Nothing to bank on but biscuits

What I suspected about banks has proved true. These days they will do anything to get customers.

One morning last week, my dog received a letter from the biggest bank in the state offering him twelve percent on his money. If you doubt this I will show you the letter, clearly addressing him by his given and family names at the correct house. There is no mistake. I know that banks are squeezed between the high interest rates of the Federal Reserve and the low rate mortgages they were issuing a few years ago, so I try not to be judgmental about this ploy to snare my schnoodle (front half poodle, with his schnauzer ancestry in the arrears).

Over the past few years my childlike faith in banks has eroded somewhat. When I first moved to this small New Hampshire town it didn't boast a single bank. Now we have three branch banks, and choosing among them was a puzzlement. They offered the same low interest and those checking accounts with monthly reports that defied balancing. Finally I settled on two banks, one for my personal account and the other for business.

Having been brought up to believe that banks are infallible, it took a long time before I waked to the fact that all flubs were not mine. When banks make mistakes they are awesome. One bank had a new bookkeeper with a Robin Hood turn of mind. She switched my small account with the local supermarket account, and I ended up with a monthly balance that made me feel like an heiress until I checked with the manager.

Finally I decided it was less confusing to do all my checking at a single bank. The question was - which? Each bank was situated in the center of town, the tellers were equally friendly and informal (some knitted in their cubicles), and each bank had a drive-up window. This was essential, for at drive-up windows I get what is never dispensed inside the bank. Dog biscuits. Whenever one of my dogs is in the car, the drive-up teller dips her hand into a dog biscuit box and comes up with a treat. My animals are so enchanted by this that we have, at times, had to pull a dog out of the deposit drawer.

It was hard to choose between the two banks until we discovered that one offered better biscuits and more of them. So I switched my personal account to that bank and told it why. It now knows if its management economizes on dog biscuits at least one customer will take a walk (with dogs).

Word must have gotten around to the financial market that the way to healthier bank assets is through canine depositors, hence the letter to my schnoodle. Or perhaps they simply got his name through the phone book. Since I have two houses, at one of which my art and writing students reside, it was necessary to put the teaching telephone in another name or people would be calling me at the wrong house. The telephone company representative suggested that I use the name of a member of the family. All my dependents are four-legged , so it remained only to pick the one who has both a given and family name. This was the schnoodle, and he was duly listed with two extensions.

I did insist that the phone bills be sent directly to me, but the telephone company computer must have had other ideas, for the bills keep coming in the schnoodle's name. At first this was offputting for the mail carrier, but now he hails the schnoodle with great glee when there is a letter for him.

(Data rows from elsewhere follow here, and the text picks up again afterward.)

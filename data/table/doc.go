// Package table reads text tables of test results: what stands in which column,
// in which unit, and where in the file.
//
// Accepted are columns separated by commas, semicolons, tabulators or blanks;
// decimal points or decimal commas; UTF-8, UTF-16 and Windows-1252; any line
// ends; lines before the row of headings; units in the headings ("G' / MPa",
// "G' (MPa)", "storage_modulus_MPa") or in a row of their own; several blocks
// in one file, parted by blank lines or by the same headings again. Headings
// are understood by the symbols and words of the trade, with typographic or
// plain primes.
//
// Nothing is guessed silently: a separator, a decimal sign, a heading or a unit
// that can be read in two ways is an error with a hint how to say what is
// meant, in the words of the campaign file (see [Settings]). The few harmless
// assumptions are listed in [Table.Assumptions].
//
// A cell without a number ("", "-", "n/a", "NaN") is "not measured", NaN.
package table
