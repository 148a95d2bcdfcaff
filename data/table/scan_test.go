package table

import (
	"math"
	"regexp"
	"strconv"
	"strings"
	"testing"

	"pgregory.net/rapid"
)

// TestQuick: what the quick reader reads is what the standard library's reads, bit
// for bit, and the forms are those of the patterns that define them.
func TestQuick(t *testing.T) {
	point := regexp.MustCompile(`^[+\-−]?(\d+\.?\d*|\.\d+)([eE][+\-−]?\d+)?$`)
	comma := regexp.MustCompile(`^[+\-−]?(\d+,\d*|,\d+)([eE][+\-−]?\d+)?$`)
	check := func(t rapid.TB, s string) {
		if x, ok := quick(s, '.'); ok {
			want, err := strconv.ParseFloat(s, 64)
			if err != nil || math.Float64bits(want) != math.Float64bits(x) {
				t.Fatalf("%q: %v, not %v (%v)", s, x, want, err)
			}
		}
		if x, ok := quick([]byte(strings.Replace(s, ".", ",", 1)), ','); ok && !strings.Contains(s, ",") {
			if want, err := strconv.ParseFloat(s, 64); err != nil || want != x {
				t.Fatalf("%q with a comma: %v, not %v (%v)", s, x, want, err)
			}
		}
		want := noNumber
		switch {
		case comma.MatchString(s):
			want = withComma
		case point.MatchString(s) && strings.Contains(s, "."):
			want = withPoint
		case point.MatchString(s):
			want = whole
		}
		// An exponent without digits is no number in either; the pattern also wants
		// one digit at least.
		if got := formOf(s); got != want {
			t.Fatalf("%q has the form %d, not %d", s, got, want)
		}
	}
	for _, s := range []string{"0", "-0", "1", "-1.5", "+.5", "5.", ".", "", "-", "1e5", "1e", "1e+", "1E-3", "−2.5", "1,5", ",5", "1,", "1.2.3", "1,2,3",
		"123456789012345678901234567890", "0.1", "9007199254740993", "9007199254740991e22", "1e23", "1e-22", "3.0e-10x", "1 2", "1e-−3", "１"} {
		check(t, s)
	}
	rapid.Check(t, func(t *rapid.T) {
		check(t, rapid.StringMatching(`[+-]?[0-9]{0,20}[.,]?[0-9]{0,6}([eE][+-]?[0-9]{0,3})?`).Draw(t, "number"))
	})
}
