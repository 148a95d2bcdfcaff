package table

import (
	"os"
	"testing"
)

func TestReference(t *testing.T) {
	for _, f := range []string{"binder-sweeps/frequency-sweeps.csv", "foam-temperature-steps/temperature-steps.csv"} {
		b, err := os.ReadFile("../../../shared/data/" + f)
		if err != nil {
			t.Skip("reference data is absent")
		}
		tab, err := Read(f, b, Settings{})
		if err != nil {
			t.Error(err)
			continue
		}
		for _, c := range tab.Columns {
			t.Logf("%q %s %s %s %v", c.Heading, c.Concept, c.UnitText, c.Unit.Symbol, c.HasUnit)
		}
		t.Log(len(tab.Rows), tab.Separator, tab.Decimal, tab.Encoding)
	}
}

I don't object to the dog's investing his capital in this out-of-town bank if he chooses. Right now his assets include a fine custom-made doghouse inherited from our malamute and one rather nice blue collar. We all want to raise our families with good saving habits, so I will not hold him back. I am even willing to mail in his deposits and absorb the cost of postage myself.

It's probably time he got an allowance anyhow. He performs his chores without complaint, cheerfully greeting my students and watching over the cats, who are prone to squabble. I figure this is worth about five dollars a week. Over the course of a year I compute that his twelve percent interest will amount to half a dozen boxes of biscuits, which isn't bad, provided the bank sends us a good brand. I suppose now my three other dogs will begin campaigning for their own allowances. Becky will probably go for the twelve percent, although she used to be the old-fashioned sort who believed in hiding her hoard. A good portion of Becky's biscuits got buried in the holes she digs, located where only she knows. Last year when a backhoe came in to dig around our millstream Becky broke into a fury of barking, and kept trying to chase the mammoth machine off our land. We couldn't figure why a normally friendly dog should become the Hound of the Baskervilles. Then one of the workers discovered they'd been picking up some of Becky's long-buried biscuits with the backhoe. I think that experience has sold her on banking her biscuits.

Today the postman delivered another letter to the schnoodle. A prestigious company would like to persuade him to invest in annuities. My neighbor up the road has been saying this country is going to the dogs. He doesn't know how far.